Now, while DRM covers content itself in encryption, HDCP actually secures the links between media sources and the devices that play media, such as TVs, PC monitors or projectors. It does this through a somewhat complex process of encrypted “handshakes” between mutually compatible encryption keys.
While most people who know about HDCP 2.2 associate it with HDMI cables, the specification is also used in DVI, USB and DisplayPort connections.
The original HDCP was built like this too but later turned out to be highly ineffective at actually protecting content since researchers discovered that it was easily breakable only 3 years after first being unveiled. The same applied to its 2.0 and 2.1 versions.
This is why the creators of HDCP 2.2 decided to take things even further and make the latest version of the protocol even more complex and loaded with conditions that must be met before content is displayed. As a result, HDCP 2.2, while protecting content as rigorously as promised, also is highly subject to problems with content display even when the conditions are legitimate.
The potential consumer headache of HDCP 2.2
The above conditions of HDCP 2.2 may be a great deterrent to content pirates but they’re also a possible problem for regular content subscribers for a number of reasons.

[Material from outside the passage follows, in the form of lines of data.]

#ifndef READ_SUGGEST_H
#define READ_SUGGEST_H

#include <stddef.h>

/* The best of many words for what was written. Start with {0}; offer each; best is NULL when
 * none is near (edit distance above a third of the word, at least 2). */
typedef struct {
	const char *word;
	size_t distance;
} bh_suggestion;

void bh_suggest(bh_suggestion *suggestion, const char *written, const char *offered);

#endif
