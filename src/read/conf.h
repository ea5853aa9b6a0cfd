#ifndef READ_CONF_H
#define READ_CONF_H

#include <stdbool.h>
#include <stddef.h>

#include "base/arena.h"
#include "base/err.h"
#include "read/keys.h"

/* Door to libconfuse. A file becomes a tree of sections with checked values, each with its
 * place. */
typedef struct {
	const char *text; /* escapes resolved            */
	double number;	  /* of a number, whole, flag (0 or 1) or duration (s) */
	bh_place place;
} bh_conf_value;

typedef struct {
	const bh_key *key;
	bh_place place;
	bh_conf_value *values;
	size_t count;
} bh_conf_entry;

typedef struct bh_conf_section {
	const char *name;	 /* "phase"; "" for the file            */
	const char *title;	 /* "" when there is none               */
	const char *key_section; /* of the key table: "aim line"        */
	bh_place place, title_place;
	bool lacks;		/* a line or section of it was noted and left out    */
	bool faulty;		/* as lacks, or a key was: it may not be complete    */
	bh_conf_entry *entries; /* only what is written in the file, and good        */
	size_t entry_count;
	struct bh_conf_section **sections;
	size_t section_count;
} bh_conf_section;

/* Parse and check a file: syntax, known sections and keys, types, ranges, words, what must be
 * given. All problems are noted in one run.
 *   given    file  borrowed; stands in every place
 *   returns  *root: what is good of the file, NULL when nothing is
 *   false    problems noted */
bool bh_conf_read(bh_conf_section **root, bh_arena *arena, bh_key_file kind,
		  const char *file, const char *bytes, size_t length,
		  bh_problems *problems);

/* Order of problems for qsort: file, line, column. */
int bh_conf_by_place(const void *a, const void *b);

/* The entry of a key, NULL when the file does not give it. */
const bh_conf_entry *bh_conf_entry_of(const bh_conf_section *section, const char *key);

/* The first section of a name, NULL when there is none. */
const bh_conf_section *bh_conf_section_of(const bh_conf_section *parent,
					  const char *name);

/* A scalar: what is written, else the key's fallback, else NAN or "". section NULL: as if
 * nothing were written in a section of key_section. */
double bh_conf_number(bh_key_file kind, const bh_conf_section *section,
		      const char *key_section, const char *key);
const char *bh_conf_text(bh_key_file kind, const bh_conf_section *section,
			 const char *key_section, const char *key);

#endif
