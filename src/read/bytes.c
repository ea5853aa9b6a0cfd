#include "read/bytes.h"

#include <errno.h>
#include <string.h>

bool bh_bytes_load(char **bytes, size_t *length, bh_arena *arena, const char *file,
		   FILE *stream, bh_problems *problems)
{
	bh_place place = { file, 0, 0 };
	bh_err err = { .code = BH_OK };
	size_t n;

	*bytes = bh_new(arena, char, BH_FILE_MOST + 2);
	if (!*bytes) {
		problems->lost = true;
		return false;
	}
	n = fread(*bytes, 1, BH_FILE_MOST + 1, stream);
	if (ferror(stream)) {
		bh_fail(&err, BH_BAD_SYSTEM, "cannot read: %s", strerror(errno));
		snprintf(err.file, sizeof err.file, "%s", file);
		return bh_problem_add(problems, &err);
	}
	if (n > BH_FILE_MOST)
		return bh_problem(problems, place,
				  "the file is larger than 1 MB\nallowed: up to %d "
				  "bytes",
				  BH_FILE_MOST);
	*length = n;
	return true;
}

/* Bytes of one UTF-8 character, 0 when it is none.
 *   from  The Unicode Standard 15.0, table 3-7: no overlong forms, no surrogates */
static size_t utf8_length(const unsigned char *s, size_t n)
{
	size_t need = s[0] < 0x80		    ? 1
		      : s[0] >= 0xC2 && s[0] < 0xE0 ? 2
		      : (s[0] & 0xF0) == 0xE0	    ? 3
		      : s[0] >= 0xF0 && s[0] < 0xF5 ? 4
						    : 0;

	if (need == 0 || need > n)
		return 0;
	for (size_t i = 1; i < need; i++)
		if ((s[i] & 0xC0) != 0x80)
			return 0;
	if ((s[0] == 0xE0 && s[1] < 0xA0) || (s[0] == 0xED && s[1] > 0x9F) ||
	    (s[0] == 0xF0 && s[1] < 0x90) || (s[0] == 0xF4 && s[1] > 0x8F))
		return 0;
	return need;
}

/* Control characters steer terminals: none but tab and the ends of lines. */
static bool is_control(const unsigned char *s, size_t length)
{
	if (length == 2)
		return s[0] == 0xC2 && s[1] < 0xA0;
	return length == 1 &&
	       ((s[0] < ' ' && s[0] != '\t' && s[0] != '\r' && s[0] != '\n') ||
		s[0] == 0x7F);
}

static bool is_utf16(const char *bytes, size_t length)
{
	return length >= 2 &&
	       (memcmp(bytes, "\xFF\xFE", 2) == 0 || memcmp(bytes, "\xFE\xFF", 2) == 0);
}

typedef struct {
	bh_place place;
	size_t start;  /* of the line */
	bool noted;    /* in this line */
	size_t faults; /* lines with one */
} cursor;

static void note(cursor *at, bh_problems *problems, unsigned byte, bool control)
{
	if (at->noted)
		return;
	at->noted = true;
	at->faults++;
	if (control)
		bh_problem(problems, at->place,
			   "a control byte (0x%02x) in the file\nplain UTF-8 text is "
			   "allowed",
			   byte);
	else
		bh_problem(problems, at->place,
			   "a byte (0x%02x) that is not UTF-8\nsave the file as UTF-8",
			   byte);
}

bool bh_bytes_clean(char *bytes, size_t length, const char *file, bh_problems *problems)
{
	enum { MOST_FAULTS = 20 };
	cursor at = { .place = { file, 1, 1 } };

	if (is_utf16(bytes, length))
		return bh_problem(problems, at.place,
				  "the file is UTF-16\nsave it as UTF-8");
	for (size_t i = 0; i < length;) {
		const unsigned char *s = (const unsigned char *)bytes + i;
		size_t n = utf8_length(s, length - i);
		bool control = is_control(s, n);

		if (i - at.start > BH_LINE_MOST)
			return bh_problem(problems, at.place,
					  "a line longer than %d bytes\nbreak it",
					  BH_LINE_MOST);
		if (n == 0 || control) {
			note(&at, problems, s[0], control);
			n = n ? n : 1;
			memset(bytes + i, control ? ' ' : '?', n);
		}
		i += n;
		at.place.col++;
		if (bytes[i - 1] == '\n')
			at = (cursor){
				{ file, at.place.line + 1, 1 }, i, false, at.faults
			};
		if (at.faults == MOST_FAULTS)
			return false;
	}
	return true;
}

For starters, the latest version of HDCP isn’t compatible with older versions of the system. This means that users who get a new 4K entertainment rig can’t use it with older media devices and players, at least not whenever they want to watch any 4K content, because their entire chain of home devices has to include HDCP 2.2 for that to happen. This means that all HDMI cables, media players, TVs, sound systems or AV receivers have to suddenly be new enough for HDCP 2.2 or no ultra HD content will appear on your screen.
So unless you plan on using your ultra HD TV/home entertainment system exclusively for HD and sub-HD content, updating everything for HDCP 2.2 will be crucial.
Furthermore, even many 4K compatible devices don’t even include the HDCP 2.2 protocol. Why? Because the ruling by the Consumer Electronics Association which stipulated that all such devices must have at least one port for supporting HDCP 2.2 didn’t come into effect until September of 2014. For a lot of UHD TVs and media players built before that date, HDCP’s 2.2 version wasn’t included!
In simple terms, while HDCP 2.2 will soon be available across the board for all media devices in this new 4K UHD world of entertainment, it isn’t yet and if you want that 4K entertainment in your home now, either keep your chain of devices as simple and affordable as possible or be ready to spend quite a bit more money than that which you’d spend on just the 4K TV alone.